### WHAT THIS TASK INVOLVES
Every line with "slices" in it should be copied from the data.

### DATA TO USE
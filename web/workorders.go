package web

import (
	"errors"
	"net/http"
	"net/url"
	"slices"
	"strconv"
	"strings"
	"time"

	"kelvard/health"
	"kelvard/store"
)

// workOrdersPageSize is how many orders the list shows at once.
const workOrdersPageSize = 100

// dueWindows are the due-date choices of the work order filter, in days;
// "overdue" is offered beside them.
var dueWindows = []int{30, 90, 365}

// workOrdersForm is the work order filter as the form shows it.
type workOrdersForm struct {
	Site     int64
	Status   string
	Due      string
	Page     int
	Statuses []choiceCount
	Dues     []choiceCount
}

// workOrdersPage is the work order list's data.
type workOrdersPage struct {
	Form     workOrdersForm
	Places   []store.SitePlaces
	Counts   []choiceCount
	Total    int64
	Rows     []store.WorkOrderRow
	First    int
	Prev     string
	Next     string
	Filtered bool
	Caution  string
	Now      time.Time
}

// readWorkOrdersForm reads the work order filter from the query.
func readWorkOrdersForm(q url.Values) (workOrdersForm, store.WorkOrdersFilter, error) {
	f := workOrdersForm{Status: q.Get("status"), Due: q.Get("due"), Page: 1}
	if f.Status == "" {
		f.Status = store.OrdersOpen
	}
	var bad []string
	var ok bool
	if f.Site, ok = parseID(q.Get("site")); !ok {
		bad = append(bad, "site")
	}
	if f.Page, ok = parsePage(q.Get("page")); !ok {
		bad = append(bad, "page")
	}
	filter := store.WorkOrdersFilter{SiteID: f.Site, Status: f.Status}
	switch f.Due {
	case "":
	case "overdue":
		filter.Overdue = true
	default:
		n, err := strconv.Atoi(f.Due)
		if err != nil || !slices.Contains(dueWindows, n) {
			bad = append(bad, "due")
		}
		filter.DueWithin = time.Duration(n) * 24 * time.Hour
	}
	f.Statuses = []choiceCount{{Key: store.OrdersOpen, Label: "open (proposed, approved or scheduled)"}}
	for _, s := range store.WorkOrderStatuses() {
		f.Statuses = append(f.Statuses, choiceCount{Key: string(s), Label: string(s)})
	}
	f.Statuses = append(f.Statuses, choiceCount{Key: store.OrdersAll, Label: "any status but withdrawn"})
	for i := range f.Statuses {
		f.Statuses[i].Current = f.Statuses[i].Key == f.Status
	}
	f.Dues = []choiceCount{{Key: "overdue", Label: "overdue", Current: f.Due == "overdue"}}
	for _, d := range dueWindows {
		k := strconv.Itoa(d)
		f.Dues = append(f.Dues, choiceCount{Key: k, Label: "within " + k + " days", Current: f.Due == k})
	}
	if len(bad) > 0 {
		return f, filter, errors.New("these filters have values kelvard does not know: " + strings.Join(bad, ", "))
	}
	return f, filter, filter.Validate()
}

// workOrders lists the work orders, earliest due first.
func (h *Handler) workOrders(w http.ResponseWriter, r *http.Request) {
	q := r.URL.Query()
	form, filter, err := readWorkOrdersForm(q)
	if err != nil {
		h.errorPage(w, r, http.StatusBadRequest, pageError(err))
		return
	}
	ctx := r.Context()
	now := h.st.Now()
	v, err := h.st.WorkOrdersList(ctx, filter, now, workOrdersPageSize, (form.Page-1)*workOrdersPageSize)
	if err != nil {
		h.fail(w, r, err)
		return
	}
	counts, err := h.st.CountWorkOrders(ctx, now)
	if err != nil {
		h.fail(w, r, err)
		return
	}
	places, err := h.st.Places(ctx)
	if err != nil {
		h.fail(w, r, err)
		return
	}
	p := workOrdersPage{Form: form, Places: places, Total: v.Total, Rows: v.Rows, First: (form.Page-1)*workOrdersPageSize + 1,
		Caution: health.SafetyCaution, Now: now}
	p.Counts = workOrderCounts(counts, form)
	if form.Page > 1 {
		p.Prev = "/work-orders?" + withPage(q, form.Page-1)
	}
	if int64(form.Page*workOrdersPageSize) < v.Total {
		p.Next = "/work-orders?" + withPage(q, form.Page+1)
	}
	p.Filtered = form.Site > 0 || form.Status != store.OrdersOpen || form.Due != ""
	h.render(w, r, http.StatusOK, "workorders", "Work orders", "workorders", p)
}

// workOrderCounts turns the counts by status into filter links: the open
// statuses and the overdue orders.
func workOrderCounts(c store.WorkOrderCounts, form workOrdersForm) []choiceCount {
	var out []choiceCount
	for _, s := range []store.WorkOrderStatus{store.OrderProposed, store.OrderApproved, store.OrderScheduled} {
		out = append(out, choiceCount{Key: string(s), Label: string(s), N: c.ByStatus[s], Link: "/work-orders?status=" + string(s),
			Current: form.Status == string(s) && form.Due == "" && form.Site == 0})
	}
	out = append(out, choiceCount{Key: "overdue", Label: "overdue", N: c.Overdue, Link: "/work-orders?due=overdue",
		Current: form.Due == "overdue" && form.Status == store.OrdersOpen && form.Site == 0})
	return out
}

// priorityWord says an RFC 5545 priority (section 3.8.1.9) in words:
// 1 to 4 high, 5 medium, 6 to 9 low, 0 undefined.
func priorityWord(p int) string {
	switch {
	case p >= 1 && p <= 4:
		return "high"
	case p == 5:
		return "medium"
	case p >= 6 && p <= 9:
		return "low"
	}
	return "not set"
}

* * *

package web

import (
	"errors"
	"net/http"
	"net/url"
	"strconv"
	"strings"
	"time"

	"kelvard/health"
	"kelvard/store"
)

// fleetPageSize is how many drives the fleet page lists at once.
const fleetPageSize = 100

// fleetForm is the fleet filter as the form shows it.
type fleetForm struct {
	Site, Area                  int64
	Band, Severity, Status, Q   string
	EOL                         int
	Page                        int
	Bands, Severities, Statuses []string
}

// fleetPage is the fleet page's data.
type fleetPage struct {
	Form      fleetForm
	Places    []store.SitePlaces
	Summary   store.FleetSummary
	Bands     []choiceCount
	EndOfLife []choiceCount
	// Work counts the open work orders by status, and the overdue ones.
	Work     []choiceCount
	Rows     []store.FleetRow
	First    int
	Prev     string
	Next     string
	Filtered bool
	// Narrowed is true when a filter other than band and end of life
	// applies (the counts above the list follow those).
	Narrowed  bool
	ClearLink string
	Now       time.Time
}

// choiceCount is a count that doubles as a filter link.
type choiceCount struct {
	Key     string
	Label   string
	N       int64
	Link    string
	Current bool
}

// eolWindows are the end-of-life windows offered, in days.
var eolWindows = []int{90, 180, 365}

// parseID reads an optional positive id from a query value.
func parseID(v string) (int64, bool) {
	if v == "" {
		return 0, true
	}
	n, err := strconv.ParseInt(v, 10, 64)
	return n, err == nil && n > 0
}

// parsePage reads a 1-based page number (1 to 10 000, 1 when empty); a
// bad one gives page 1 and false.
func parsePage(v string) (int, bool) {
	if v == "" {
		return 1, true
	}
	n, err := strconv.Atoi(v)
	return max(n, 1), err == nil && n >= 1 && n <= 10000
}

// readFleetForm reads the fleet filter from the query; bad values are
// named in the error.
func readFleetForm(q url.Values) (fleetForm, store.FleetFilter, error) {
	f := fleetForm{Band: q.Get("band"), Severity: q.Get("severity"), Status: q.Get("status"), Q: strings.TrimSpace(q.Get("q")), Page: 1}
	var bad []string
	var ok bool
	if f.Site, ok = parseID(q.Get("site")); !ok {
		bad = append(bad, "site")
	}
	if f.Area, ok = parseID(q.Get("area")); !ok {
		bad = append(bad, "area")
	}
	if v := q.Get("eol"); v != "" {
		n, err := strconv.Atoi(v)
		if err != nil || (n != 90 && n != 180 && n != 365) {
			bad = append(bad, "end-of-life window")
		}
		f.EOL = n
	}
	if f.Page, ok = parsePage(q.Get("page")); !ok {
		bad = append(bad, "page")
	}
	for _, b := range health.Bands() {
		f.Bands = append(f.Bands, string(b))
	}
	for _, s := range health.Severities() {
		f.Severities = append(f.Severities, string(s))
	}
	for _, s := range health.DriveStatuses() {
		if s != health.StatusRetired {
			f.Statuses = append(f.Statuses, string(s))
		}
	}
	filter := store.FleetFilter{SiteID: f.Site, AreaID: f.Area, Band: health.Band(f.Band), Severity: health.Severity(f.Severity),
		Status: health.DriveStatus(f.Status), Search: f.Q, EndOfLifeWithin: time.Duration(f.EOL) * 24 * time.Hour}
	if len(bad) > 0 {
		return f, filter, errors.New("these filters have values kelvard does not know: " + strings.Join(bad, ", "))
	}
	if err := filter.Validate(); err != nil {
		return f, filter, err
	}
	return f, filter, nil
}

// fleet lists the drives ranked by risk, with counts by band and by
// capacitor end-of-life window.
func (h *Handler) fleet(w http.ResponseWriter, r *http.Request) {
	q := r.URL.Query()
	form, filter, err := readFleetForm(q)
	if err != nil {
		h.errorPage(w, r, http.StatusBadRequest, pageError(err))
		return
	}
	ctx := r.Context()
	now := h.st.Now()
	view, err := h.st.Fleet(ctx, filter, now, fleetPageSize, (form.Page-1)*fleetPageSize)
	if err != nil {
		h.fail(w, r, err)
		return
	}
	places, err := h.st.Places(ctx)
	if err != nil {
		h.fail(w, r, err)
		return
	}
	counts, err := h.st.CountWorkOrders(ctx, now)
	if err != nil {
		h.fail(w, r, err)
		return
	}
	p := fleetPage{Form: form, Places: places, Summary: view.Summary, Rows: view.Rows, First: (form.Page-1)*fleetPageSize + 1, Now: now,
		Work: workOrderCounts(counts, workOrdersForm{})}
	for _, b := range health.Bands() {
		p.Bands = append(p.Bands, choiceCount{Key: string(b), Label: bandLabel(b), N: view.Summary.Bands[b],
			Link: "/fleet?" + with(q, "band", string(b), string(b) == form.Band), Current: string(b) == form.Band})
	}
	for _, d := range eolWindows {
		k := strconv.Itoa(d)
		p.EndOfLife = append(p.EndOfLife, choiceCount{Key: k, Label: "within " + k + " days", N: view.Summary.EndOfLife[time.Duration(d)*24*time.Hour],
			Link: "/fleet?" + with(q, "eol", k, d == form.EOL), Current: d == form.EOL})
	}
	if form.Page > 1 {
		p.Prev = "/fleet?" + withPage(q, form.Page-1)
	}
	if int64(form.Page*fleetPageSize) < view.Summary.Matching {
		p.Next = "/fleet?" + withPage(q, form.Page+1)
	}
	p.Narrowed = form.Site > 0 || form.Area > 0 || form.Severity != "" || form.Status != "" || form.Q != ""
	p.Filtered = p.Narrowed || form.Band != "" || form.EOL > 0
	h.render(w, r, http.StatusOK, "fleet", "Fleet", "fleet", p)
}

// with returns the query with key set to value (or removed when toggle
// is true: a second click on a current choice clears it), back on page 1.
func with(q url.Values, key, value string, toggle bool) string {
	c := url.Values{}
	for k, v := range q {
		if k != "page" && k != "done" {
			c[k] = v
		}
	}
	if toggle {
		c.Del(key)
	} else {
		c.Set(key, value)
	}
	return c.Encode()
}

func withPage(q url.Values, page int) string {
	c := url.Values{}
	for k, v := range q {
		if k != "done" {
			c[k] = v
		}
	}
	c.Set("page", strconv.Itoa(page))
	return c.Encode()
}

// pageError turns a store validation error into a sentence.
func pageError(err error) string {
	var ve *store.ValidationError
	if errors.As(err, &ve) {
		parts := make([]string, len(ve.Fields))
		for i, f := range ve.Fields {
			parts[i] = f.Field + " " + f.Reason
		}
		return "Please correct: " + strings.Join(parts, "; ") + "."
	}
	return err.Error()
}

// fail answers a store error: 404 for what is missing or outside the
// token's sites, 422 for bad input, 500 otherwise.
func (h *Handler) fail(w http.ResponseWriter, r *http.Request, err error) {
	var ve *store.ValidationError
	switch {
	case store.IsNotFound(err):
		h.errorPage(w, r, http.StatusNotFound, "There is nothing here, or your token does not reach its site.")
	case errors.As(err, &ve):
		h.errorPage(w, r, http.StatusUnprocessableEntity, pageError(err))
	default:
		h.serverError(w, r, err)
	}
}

### RESPONSE BOX
	"slices"
		if err != nil || !slices.Contains(dueWindows, n) {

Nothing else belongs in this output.